# Need some transmission help (pronto)



## Pontiacpurebrred (Jun 22, 2011)

I found a guy here local that has a 6-speed ( a tremac t-56) If I recall that's the same transmission that's in an 04-06 manual GTO. As most are aware I am wanting to do a manual in my 69 and if memory serves this was one of a few that was recommended as an option.

Here's a quote from the ad.
"I have a Tremec T56 6 speed manual transmission for sale. Unfortunetly, I can not tell you much about it other than(we were told) it was removed from a 1996 Chevrolet Camaro and it was said to be in good working condition"

Now is one T-56 the same as all T-56's? I can grab it for 500 bucks and then have it gone through. I'd like to grab it while the grabbing is good cause new they are 2 grand. 

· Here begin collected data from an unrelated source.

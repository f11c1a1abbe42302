//! Records written by older format versions, converted on reading.
//!
//! Store metadata of version 2, and ingest manifests and cluster stage
//! records of version 1, may name the left-type statistics by the names
//! they had before: the per-order count-of-counts, now `coc_left_type`,
//! and the context sum, now `left_type_sum`. Nothing else changed, so
//! converting one is renaming those fields wherever they occur. They are
//! found by their place, not by their earlier names ([`rename_fields`]);
//! a record that already has the new names (written between the rename
//! and the version bump) is left as it is. The readers pass these
//! functions to [`crate::fsutil::parse_upgraded`].

use serde_json::Value;

/// Gives the left-type statistics their current names in every object of
/// `v`. In the older records each sits beside a statistic that kept its
/// name: an order's left-type count-of-counts is the one field besides
/// `coc_raw` whose name starts with `coc_`, and a context's left-type sum
/// the one besides `count_sum` whose name ends with `_sum`.
fn rename_fields(v: &mut Value) {
    match v {
        Value::Object(m) => {
            if m.contains_key("coc_raw") {
                rename_the_other(m, "coc_raw", |k| k.starts_with("coc_"), "coc_left_type");
            }
            if m.contains_key("count_sum") {
                rename_the_other(m, "count_sum", |k| k.ends_with("_sum"), "left_type_sum");
            }
            m.values_mut().for_each(rename_fields);
        }
        Value::Array(a) => a.iter_mut().for_each(rename_fields),
        _ => {}
    }
}

/// Renames to `new` the one field of `m` other than `kept` that `like`
/// picks, unless `m` has `new` already; with none or several such fields
/// nothing is renamed (and the record then fails to read, naming `new`).
fn rename_the_other(
    m: &mut serde_json::Map<String, Value>,
    kept: &str,
    like: impl Fn(&str) -> bool,
    new: &str,
) {
    if m.contains_key(new) {
        return;
    }
    let mut others = m.keys().filter(|k| *k != kept && like(k));
    if let (Some(old), None) = (others.next(), others.next()) {
        let old = old.clone();
        let x = m.remove(&old).expect("a key just seen");
        m.insert(new.to_string(), x);
    }
}

/// Converts store metadata of version 2 to the current version
/// ([`super::STORE_VERSION`]); false for any other version.
pub fn upgrade_store_meta(found: u32, v: &mut Value) -> bool {
    if found != 2 {
        return false;
    }
    rename_fields(v);
    true
}

/// Converts an ingest manifest or a cluster stage record (plan or output)
/// of version 1, whose partition statistics may carry the old names;
/// false for any other version.
pub fn upgrade_partition_records(found: u32, v: &mut Value) -> bool {
    if found != 1 {
        return false;
    }
    rename_fields(v);
    true
}

#[cfg(test)]
mod tests {
    use super::*;
    use crate::records::{ContextStats, OrderStats, PartitionStats, StoreMeta, STORE_VERSION};
    use std::path::Path;

    /// Store metadata in version 2's shape (the fields and their order of
    /// `StoreMeta` at that version, before the word list and the rename),
    /// the left-type statistics under the earlier names [`OLD_COC`] and
    /// [`OLD_SUM`]: the conversion finds them by their place, so any names
    /// there stand for the ones version 2 wrote.
    /// The numbers are those of the text `a b a` at order 2, counted by
    /// hand: unigrams a 2, b 1, `</s>` 1 (T = 4, three types, V = 4 with
    /// `<unk>`); bigrams `<s> a`, `a b`, `b a`, `a </s>` once each; left
    /// types: a after `<s>` and b (2), b after a (1), `</s>` after a (1).
    const OLD_COC: &str = "coc_earlier";
    const OLD_SUM: &str = "earlier_sum";
    const V2: &str = r#"{"format_version":2,
        "settings":{"order":2,"lowercase":false,"max_line_bytes":1048576},
        "totals":{"sentences":1,"tokens":4,"types":3,"vocabulary":4,"unk_seen":false,
                  "skipped_lines":0,"invalid_utf8_lines":0,"marker_tokens":0,"input_bytes":6},
        "orders":[{"order":1,"ngrams":4,"coc_raw":[[1,2],[2,1]],"coc_earlier":[[1,2],[2,1]]},
                  {"order":2,"ngrams":4,"coc_raw":[[1,4]],"coc_earlier":[[1,4]]}],
        "root":{"count_sum":4,"types":3,"earlier_sum":4,"n1":2,"n2":1,"n3plus":0},
        "growth":null}"#;

    #[test]
    fn store_metadata_of_version_2_reads_into_the_current_record() {
        let p = Path::new("meta");
        let m: StoreMeta =
            crate::fsutil::parse_upgraded(p, V2.as_bytes(), STORE_VERSION, upgrade_store_meta)
                .unwrap();
        assert_eq!(m.format_version, STORE_VERSION);
        assert_eq!(m.settings.order, 2);
        assert_eq!(m.totals.tokens, 4);
        assert_eq!(m.totals.vocabulary, 4);
        assert_eq!(
            m.orders[0],
            OrderStats {
                order: 1,
                ngrams: 4,
                coc_raw: vec![(1, 2), (2, 1)],
                coc_left_type: vec![(1, 2), (2, 1)],
            }
        );
        assert_eq!(m.orders[1].coc_left_type, vec![(1, 4)]);
        assert_eq!(
            m.root,
            ContextStats {
                count_sum: 4,
                types: 3,
                left_type_sum: 4,
                n1: 2,
                n2: 1,
                n3plus: 0,
            }
        );
        assert_eq!(m.growth, None);
        // A record of version 2 with the new names (written between the
        // rename and the version bump) reads the same.
        let renamed = V2
            .replace(OLD_COC, "coc_left_type")
            .replace(OLD_SUM, "left_type_sum");
        let m2: StoreMeta =
            crate::fsutil::parse_upgraded(p, renamed.as_bytes(), STORE_VERSION, upgrade_store_meta)
                .unwrap();
        assert_eq!(m2, m);
        // The current version has no old names: they are not read.
        let current = V2.replace(
            "\"format_version\":2",
            &format!("\"format_version\":{STORE_VERSION}"),
        );
        let e = crate::fsutil::parse_upgraded::<StoreMeta>(
            p,
            current.as_bytes(),
            STORE_VERSION,
            upgrade_store_meta,
        )
        .unwrap_err()
        .to_string();
        assert!(e.contains("coc_left_type"), "{e}");
        // Two fields where one left-type statistic belongs: which is meant
        // is not known, so neither is taken.
        let two = V2.replace(
            "\"coc_raw\":[[1,4]],",
            "\"coc_raw\":[[1,4]],\"coc_other\":[[1,4]],",
        );
        let e = crate::fsutil::parse_upgraded::<StoreMeta>(
            p,
            two.as_bytes(),
            STORE_VERSION,
            upgrade_store_meta,
        )
        .unwrap_err()
        .to_string();
        assert!(e.contains("coc_left_type"), "{e}");
        // Version 1 is not converted.
        let v1 = V2.replace("\"format_version\":2", "\"format_version\":1");
        let e = crate::fsutil::parse_upgraded::<StoreMeta>(
            p,
            v1.as_bytes(),
            STORE_VERSION,
            upgrade_store_meta,
        )
        .unwrap_err();
        assert!(
            matches!(e, crate::Error::Version { found: 1, expected, .. } if expected == STORE_VERSION),
            "{e}"
        );
    }

    #[test]
    fn partition_statistics_of_version_1_read_into_the_current_record() {
        #[derive(serde::Deserialize)]
        struct Wrapped {
            #[allow(dead_code)]
            format_version: u32,
            stats: PartitionStats,
        }
        let v1 = r#"{"format_version":1,"stats":{"ngrams":[4,4],
            "coc_raw":[{"1":2,"2":1},{"1":4}],"coc_earlier":[{"1":2,"2":1},{"1":4}],
            "root":{"count_sum":4,"types":3,"earlier_sum":4,"n1":2,"n2":1,"n3plus":0},
            "unk_seen":false}}"#;
        let w: Wrapped = crate::fsutil::parse_upgraded(
            Path::new("m"),
            v1.as_bytes(),
            2,
            upgrade_partition_records,
        )
        .unwrap();
        assert_eq!(w.stats.coc_left_type[0].get(&2), Some(&1));
        assert_eq!(w.stats.coc_left_type[1].get(&1), Some(&4));
        assert_eq!(w.stats.root.left_type_sum, 4);
    }
}
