/// Truncated and damaged model files are refused with an error naming the
/// file: on open (header, trailer, directory, metadata, vocabulary), or by
/// `--verify` (the n-gram arrays).
#[test]
fn damaged_models_refused() {
    let store = Store::open(train3()).unwrap();
    let dir = scratch("damage");
    let est = Estimator::new(&store, Method::Kn, Params::default()).unwrap();
    // A model of 32-bit values, and one whose q and β are codes into bins
    // (the sections of format 2 that only quantized models have).
    let coded = FreezeOptions {
        bits: Some(8),
        weight_bits: Some(8),
        ..Default::default()
    };
    for (name, opts) in [("good", FreezeOptions::default()), ("coded", coded)] {
        damaged_model_refused(&est, &dir, name, &opts);
    }
}

/// Freezes `est` with `opts`, then damages the file in every way the test
/// above lists and checks each is refused, naming the file.
fn damaged_model_refused(est: &Estimator<'_>, dir: &Path, name: &str, opts: &FreezeOptions) {
    let good = dir.join(format!("{name}.model"));
    freeze(est, &good, opts).unwrap();
    let bytes = std::fs::read(&good).unwrap();
    let (ok, text) = verify_cli(&good);
    assert!(ok, "{text}");
    let model = Model::open(&good).unwrap();
    let arrays: Vec<(u32, u64, u64)> = model_sections(&bytes);
    drop(model);
    let mut cases: Vec<(String, Vec<u8>, bool)> = Vec::new();
    for cut in [0, 7, 16, 100, bytes.len() / 2, bytes.len() - 1] {
        cases.push((format!("truncated to {cut}"), bytes[..cut].to_vec(), true));
    }
    let flip = |at: usize| {
        let mut b = bytes.clone();
        b[at] ^= 0x20;
        b
    };
    cases.push(("magic".into(), flip(2), true));
    cases.push(("version".into(), flip(8), true));
    cases.push(("trailer".into(), flip(bytes.len() - 3), true));
    cases.push(("directory".into(), flip(bytes.len() - 40), true));
    for (i, &(kind, off, len)) in arrays.iter().enumerate() {
        // The small sections (kinds 1 to 5: metadata, word ids, offsets
        // and text, ranking) are checked on open, wherever they lie in the
        // file (a reduced model writes its metadata last); the n-gram
        // arrays by --verify.
        cases.push((
            format!("section {i} (kind {kind})"),
            flip((off + len / 2) as usize),
            (1..=5).contains(&kind),
        ));
    }
    assert_eq!(
        arrays.iter().filter(|a| (1..=5).contains(&a.0)).count(),
        5,
        "{name}: the five small sections"
    );
    for (what, b, on_open) in cases {
        let p = dir.join("bad.model");
        std::fs::write(&p, &b).unwrap();
        let opened = Model::open(&p);
        if on_open {
            let e = opened
                .err()
                .unwrap_or_else(|| panic!("{name}, {what}: opened"))
                .to_string();
            assert!(e.contains(&p.display().to_string()), "{what}: {e}");
        }
        let (ok, text) = verify_cli(&p);
        assert!(!ok, "{name}, {what}: --verify passed a damaged file");
        assert!(text.contains(&p.display().to_string()), "{what}: {text}");
    }
}
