#[test]
fn reload_under_load_swaps_the_model_and_refuses_a_damaged_one() {
    let dir = work_dir("serve-reload");
    let (store, model_a) = fixture();
    let model_b = dir.join("kn.qm");
    run_ok(&[
        "freeze",
        "--store",
        store.to_str().unwrap(),
        "--method",
        "kn",
        "--out",
        model_b.to_str().unwrap(),
    ]);
    let served = dir.join("served.qm");
    replace(model_a, &served);
    let qs = prob_queries();
    let (want_a, want_b) = (cli_answers(model_a, &qs), cli_answers(&model_b, &qs));
    assert!(
        want_a.iter().zip(&want_b).any(|(a, b)| a != b),
        "the two models must differ for the test to tell them apart"
    );
    let tf = token_file(&dir);
    let srv = Arc::new(Server::start(&[
        "--model",
        served.to_str().unwrap(),
        "--token-file",
        tf.to_str().unwrap(),
        "--log",
        "off",
    ]));
    let bodies: Vec<String> = qs
        .iter()
        .map(|(c, w)| json!({"context": c, "word": w}).to_string())
        .collect();
    let stop = Arc::new(AtomicBool::new(false));
    let (from_a, from_b) = (Arc::new(AtomicUsize::new(0)), Arc::new(AtomicUsize::new(0)));
    let shared = Arc::new((bodies, want_a.clone(), want_b.clone()));
    let clients: Vec<_> = (0..4)
        .map(|k| {
            let (srv, stop, shared) = (srv.clone(), stop.clone(), shared.clone());
            let (from_a, from_b) = (from_a.clone(), from_b.clone());
            std::thread::spawn(move || {
                let mut c = Conn::open(&srv.addr);
                let auth = bearer();
                let mut i = k;
                while !stop.load(Ordering::Relaxed) {
                    let q = i % shared.0.len();
                    let (st, _, text) =
                        c.call_with("POST", "/prob", &[&auth], Some(shared.0[q].as_bytes()));
                    assert_eq!(st, 200, "{text}");
                    let got = parse(&text);
                    if got == shared.1[q] {
                        from_a.fetch_add(1, Ordering::Relaxed);
                    } else if got == shared.2[q] {
                        from_b.fetch_add(1, Ordering::Relaxed);
                    } else {
                        panic!(
                            "{got} is neither model's answer ({} or {})",
                            shared.1[q], shared.2[q]
                        );
                    }
                    i += 1;
                }
            })
        })
        .collect();
    let auth = bearer();
    std::thread::sleep(Duration::from_millis(300));
    // SIGHUP to model B.
    replace(&model_b, &served);
    srv.signal(libc::SIGHUP);
    let t = Instant::now();
    loop {
        let (_, _, text) = call(&srv, "GET", "/info", &[&auth], None);
        if parse(&text)["reload"]["generation"] == 2 {
            break;
        }
        assert!(
            t.elapsed() < Duration::from_secs(20),
            "no reload after SIGHUP: {}",
            srv.stderr()
        );
        std::thread::sleep(Duration::from_millis(50));
    }
    let b_before = from_b.load(Ordering::Relaxed);
    std::thread::sleep(Duration::from_millis(300));
    assert!(
        from_b.load(Ordering::Relaxed) > b_before,
        "no answer from the new model"
    );
    // A damaged file: refused, and model B keeps serving.
    let mut bytes = std::fs::read(&model_b).unwrap();
    let mid = bytes.len() / 2;
    for b in &mut bytes[mid..mid + 64] {
        *b ^= 0x5a;
    }
    let damaged = dir.join("damaged.qm");
    std::fs::write(&damaged, &bytes).unwrap();
    replace(&damaged, &served);
    let (st, _, text) = call(&srv, "POST", "/admin/reload", &[&auth], None);
    assert_eq!(st, 500, "{text}");
    assert!(
        parse(&text)["error"]
            .as_str()
            .unwrap()
            .contains("still serving generation 2"),
        "{text}"
    );
    let a_now = from_a.load(Ordering::Relaxed);
    let b_now = from_b.load(Ordering::Relaxed);
    std::thread::sleep(Duration::from_millis(300));
    assert_eq!(from_a.load(Ordering::Relaxed), a_now, "model A came back");
    assert!(
        from_b.load(Ordering::Relaxed) > b_now,
        "model B stopped answering"
    );
    let (_, _, text) = call(&srv, "GET", "/info", &[&auth], None);
    let info = parse(&text);
    assert_eq!(info["reload"]["generation"], 2, "{info}");
    assert!(info["reload"]["refused"]["error"].is_string(), "{info}");
    assert_eq!(info["method"], "kn", "{info}");
    let (_, _, text) = call(&srv, "GET", "/metrics", &[&auth], None);
    let m = parse_metrics(&text);
    assert_eq!(m["quern_reload_failing{}"], 1.0);
    assert_eq!(m["quern_reloads_total{result=ok}"], 1.0);
    assert_eq!(m["quern_reloads_total{result=refused}"], 1.0);
    assert!(srv.stderr().contains("reloading"), "{}", srv.stderr());
    // A good file again, by POST: swapped in, the failure cleared.
    replace(model_a, &served);
    let (st, _, text) = call(&srv, "POST", "/admin/reload", &[&auth], None);
    assert_eq!(st, 200, "{text}");
    assert_eq!(parse(&text)["generation"], 3);
    stop.store(true, Ordering::Relaxed);
    for c in clients {
        c.join().expect("a client saw an error or a third answer");
    }
    let (_, _, text) = call(&srv, "GET", "/info", &[&auth], None);
    assert_eq!(parse(&text)["reload"]["refused"], Value::Null);
    assert!(from_a.load(Ordering::Relaxed) > 0 && from_b.load(Ordering::Relaxed) > 0);
}
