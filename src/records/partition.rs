//! What each stage reports about its share of the work, and how the
//! store's metadata is summed from the partitions' reports.

use std::collections::BTreeMap;

use serde::{Deserialize, Serialize};

use super::{ContextStats, OrderStats, Settings, StoreMeta, Totals, STORE_VERSION};

/// Counters of what the readers saw.
#[derive(Clone, Copy, Debug, Default, PartialEq, Eq, Serialize, Deserialize)]
pub struct ReadTotals {
    /// Sentences (lines with at least one token).
    pub sentences: u64,
    /// Lines skipped for exceeding the line limit.
    pub skipped_lines: u64,
    /// Lines that held invalid UTF-8 (decoded lossily).
    pub invalid_utf8_lines: u64,
    /// Literal tokens spelled like a marker (counted as `<unk>`).
    pub marker_tokens: u64,
    /// Tokens outside the word list (counted as `<unk>`).
    #[serde(default, skip_serializing_if = "is_zero")]
    pub mapped_tokens: u64,
    /// Input bytes read (decompressed).
    pub bytes: u64,
    /// Lines that held no document (`ingest --jsonl`: not JSON, not an
    /// object, no text field, or not a string), skipped.
    #[serde(default, skip_serializing_if = "is_zero")]
    pub bad_lines: u64,
    /// The counts read from count tables (`ingest --counts`), summed; for
    /// an appended store, its counts of every order summed. Kept below
    /// 2^64 so that no sum of counts overflows.
    #[serde(default, skip_serializing_if = "is_zero")]
    pub counts_sum: u64,
    /// Sentences or documents skipped as duplicates (`ingest --unique`).
    #[serde(default, skip_serializing_if = "is_zero")]
    pub duplicate_units: u64,
    /// Their tokens, without `<s>`, with `</s>`.
    #[serde(default, skip_serializing_if = "is_zero")]
    pub duplicate_tokens: u64,
    /// Documents counted (`ingest --document-counts`; 0 otherwise): those
    /// with at least one sentence counted.
    #[serde(default, skip_serializing_if = "is_zero")]
    pub documents: u64,
}

/// A bad line (see [`ReadTotals::bad_lines`]): where it starts and why it
/// holds no document. Kept for the first few of each spill, so that the
/// ingest's summary can name them.
#[derive(Clone, Debug, PartialEq, Eq, Serialize, Deserialize)]
pub struct BadLineAt {
    /// Index of the input.
    pub file: u32,
    /// Offset of the line's first byte in the input's (decompressed)
    /// stream.
    pub offset: u64,
    /// Why the line holds no document.
    pub detail: String,
}

fn is_zero(x: &u64) -> bool {
    *x == 0
}

impl ReadTotals {
    /// Adds `o` into `self`.
    pub fn add(&mut self, o: &ReadTotals) {
        self.sentences += o.sentences;
        self.skipped_lines += o.skipped_lines;
        self.invalid_utf8_lines += o.invalid_utf8_lines;
        self.marker_tokens += o.marker_tokens;
        self.mapped_tokens += o.mapped_tokens;
        self.bytes += o.bytes;
        self.bad_lines += o.bad_lines;
        self.counts_sum = self.counts_sum.saturating_add(o.counts_sum);
        self.duplicate_units += o.duplicate_units;
        self.duplicate_tokens += o.duplicate_tokens;
        self.documents += o.documents;
    }
}

/// A partition whose runs were merged.
#[derive(Clone, Debug, PartialEq, Eq, Serialize, Deserialize)]
pub struct Merged {
    /// Merged counts of the partition (in `work/merged`).
    pub counts: String,
    /// Continuation contributions emitted to all partitions (in `work/merged`).
    pub suffix_runs: Vec<String>,
}

/// Statistics one partition contributes to the store's totals.
#[derive(Clone, Debug, Default, PartialEq, Eq, Serialize, Deserialize)]
pub struct PartitionStats {
    /// Stored n-grams per order (index 0 = unigrams).
    pub ngrams: Vec<u64>,
    /// Raw count-of-counts per order: count → number of n-grams.
    pub coc_raw: Vec<BTreeMap<u64, u64>>,
    /// Count-of-counts of the left-type counts per order (see
    /// `OrderStats::coc_left_type`).
    pub coc_left_type: Vec<BTreeMap<u64, u64>>,
    /// This partition's share of the empty context's statistics.
    pub root: ContextStats,
    /// True if the unigram `<unk>` is in this partition.
    pub unk_seen: bool,
}

/// A partition whose store files are written.
#[derive(Clone, Debug, PartialEq, Eq, Serialize, Deserialize)]
pub struct Joined {
    /// `(column family, file name in work/sst)`.
    pub ssts: Vec<(String, String)>,
    /// Totals.
    pub stats: PartitionStats,
}

/// The store's metadata from every partition's statistics and the readers'
/// totals.
pub fn store_meta<'a>(
    settings: Settings,
    partitions: impl IntoIterator<Item = &'a PartitionStats>,
    read: ReadTotals,
) -> StoreMeta {
    let n = settings.order;
    let mut ngrams = vec![0u64; n];
    let mut raw = vec![BTreeMap::<u64, u64>::new(); n];
    let mut adj = vec![BTreeMap::<u64, u64>::new(); n];
    let mut root = ContextStats::default();
    let mut unk_seen = false;
    for s in partitions {
        for k in 0..n {
            ngrams[k] += s.ngrams[k];
            for (r, c) in &s.coc_raw[k] {
                *raw[k].entry(*r).or_insert(0) += c;
            }
            for (r, c) in &s.coc_left_type[k] {
                *adj[k].entry(*r).or_insert(0) += c;
            }
        }
        root.merge(&s.root);
        unk_seen |= s.unk_seen;
    }
    let totals = Totals {
        sentences: read.sentences,
        tokens: root.count_sum,
        types: root.types,
        vocabulary: root.types + u64::from(!unk_seen),
        unk_seen,
        skipped_lines: read.skipped_lines,
        invalid_utf8_lines: read.invalid_utf8_lines,
        marker_tokens: read.marker_tokens,
        mapped_tokens: read.mapped_tokens,
        input_bytes: read.bytes,
        bad_lines: read.bad_lines,
        duplicate_units: read.duplicate_units,
        duplicate_tokens: read.duplicate_tokens,
        documents: read.documents,
    };
    let orders = (0..n)
        .map(|k| OrderStats {
            order: k + 1,
            ngrams: ngrams[k],
            coc_raw: raw[k].iter().map(|(a, b)| (*a, *b)).collect(),
            coc_left_type: adj[k].iter().map(|(a, b)| (*a, *b)).collect(),
        })
        .collect();
    StoreMeta {
        format_version: STORE_VERSION,
        settings,
        totals,
        orders,
        root,
        growth: None,
    }
}
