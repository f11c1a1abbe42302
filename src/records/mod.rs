//! The records that the stages of an ingest hand to each other, and the
//! store's metadata made from them: the bottom layer that `count`, `merge`,
//! `growth`, `ingest`, `stage` and `store` all use, so that every
//! dependency between them points down.
//!
//! * What counting reports: [`ReadTotals`] of the [`Span`]s it read.
//! * What merging and joining report per partition: [`Merged`], [`Joined`]
//!   with its [`PartitionStats`].
//! * What a finished store records: [`StoreMeta`] ([`Settings`], [`Totals`],
//!   [`OrderStats`], the [`GrowthCurve`], the root [`ContextStats`]), made
//!   from the partitions' results by [`store_meta`].
//!
//! Nothing here does I/O; the types serialise with serde into the ingest
//! manifest, the cluster stages' `done.json` files and the store's
//! metadata record, whose byte layouts therefore live here too.

mod meta;
mod partition;

pub use meta::{GrowthCurve, OrderStats, Settings, StoreMeta, Totals, WordListInfo, STORE_VERSION};
pub use partition::{
    store_meta, BadLineAt, ContextStats, Joined, Merged, PartitionStats, ReadTotals,
};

Is this a viable tranny for my 400? If so where would I get the bellhousing?


----------



## ALKYGTO (Mar 29, 2010)

If it's what the seller states it should be viable. See Mcleod for the bellhousing and TO bearing. 

McLeod Racing - Bellhousings

T-56 has two overdrives and wieghs 100 lbs more than the TKO 5 speed + it's physically larger. Personally, I'd recommend the TKO. By the time you have the T-56 gone through and buy all the adapter stuff you could purchase the TKO 600 which is a sweet tranny and will hold up to all the power you want to throw at it. If you already have a stick you could literally bolt it up in place of the muncie and just change the clutch disc to the 26 spline.


----------



## Pontiacpurebrred (Jun 22, 2011)

ALKYGTO said:


> If it's what the seller states it should be viable. See Mcleod for the bellhousing and TO bearing.
> 
> McLeod Racing - Bellhousings
> 
> T-56 has two overdrives and wieghs 100 lbs more than the TKO 5 speed + it's physically larger. Personally, I'd recommend the TKO. By the time you have the T-56 gone through and buy all the adapter stuff you could purchase the TKO 600 which is a sweet tranny and will hold up to all the power you want to throw at it. If you already have a stick you could literally bolt it up in place of the muncie and just change the clutch disc to the 26 spline.


TKO 600 is a $2200 transmission. Are you saying I will spend 1700 bucks making this work with my car? Remember I am converting an automatic car to manual so it's not like I will have to move anything that was there for a Muncie transmission.


----------



## pontiac (Mar 6, 2011)

neither one is a direct bolt in for the automatc, so you need all the manual trans parts, from clutch pedal, shifter, console, wiring, driveshaft, etc. You will be in this over $2000 before you are done, assuming you find a donor car with all the pieces.


----------



## Pontiacpurebrred (Jun 22, 2011)

pontiac said:


> neither one is a direct bolt in for the automatc, so you need all the manual trans parts, from clutch pedal, shifter, console, wiring, driveshaft, etc. You will be in this over $2000 before you are done, assuming you find a donor car with all the pieces.


Exactly my point. If I can get a quality transmission for $500 instead of $2200 I save on the overall bill of conversion. If I start with a $2200 investment in the tranny I could end up over $4500 - $5000 before this is over. If I get the $500 tranny a $500 bellhousing, and a $500 rehab on the tranny ... well I am in $1500 instead of $2200 transmission +$500 for bellhousing so I have saved a ton before I get into modifying the car.

Will the T-56 handle 450hp and 450 ftlbs of torque? that's my ballpark for where I'd like to be, not that I will ever track it or test it. We're talking about a rarity when the car will ever get opened up.


----------



## Thumpin455 (Feb 17, 2010)

These guys sell an entire kit, it includes he linkage, bellhousing, and prety much everything you need behind the flywheel. If my knees could handle a clutch, this is the way I would go.

Keisler Manual Transmission Kits | All Years | GM Street Rod - Kit Car - Classic Truck | GM | Keisler Engineering, Inc | Keisler Engineering - KeislerAuto.com

By the time you get a scatter shield that will fit, all the clutch parts, crossmember and floor mods, you will have plenty tied up in the transmission.


----------



## ALKYGTO (Mar 29, 2010)

^That's the way I went. Yeah, significant investment but well worth it. I could have run the T-56 if I wanted too, but I could'nt see the need for the double overdrive and the extra heft. You can run a factory bellhousing with the TKO, and you need the clutch assy either way so that's a wash. TKO allows you to run your factory speedo with no adapters, puts the shifter in the factory location, uses the factory mounts, and I run 75 mph in 5th at about 2400 rpm with 4:11 gears . People


----------



## Eric Animal (Oct 28, 2007)

:agree...Keisler sells the whole kit. Check out Medatronics Corporation's 5 Speed Home page! before you spend the money.....talk to Paul at that site. Eric


----------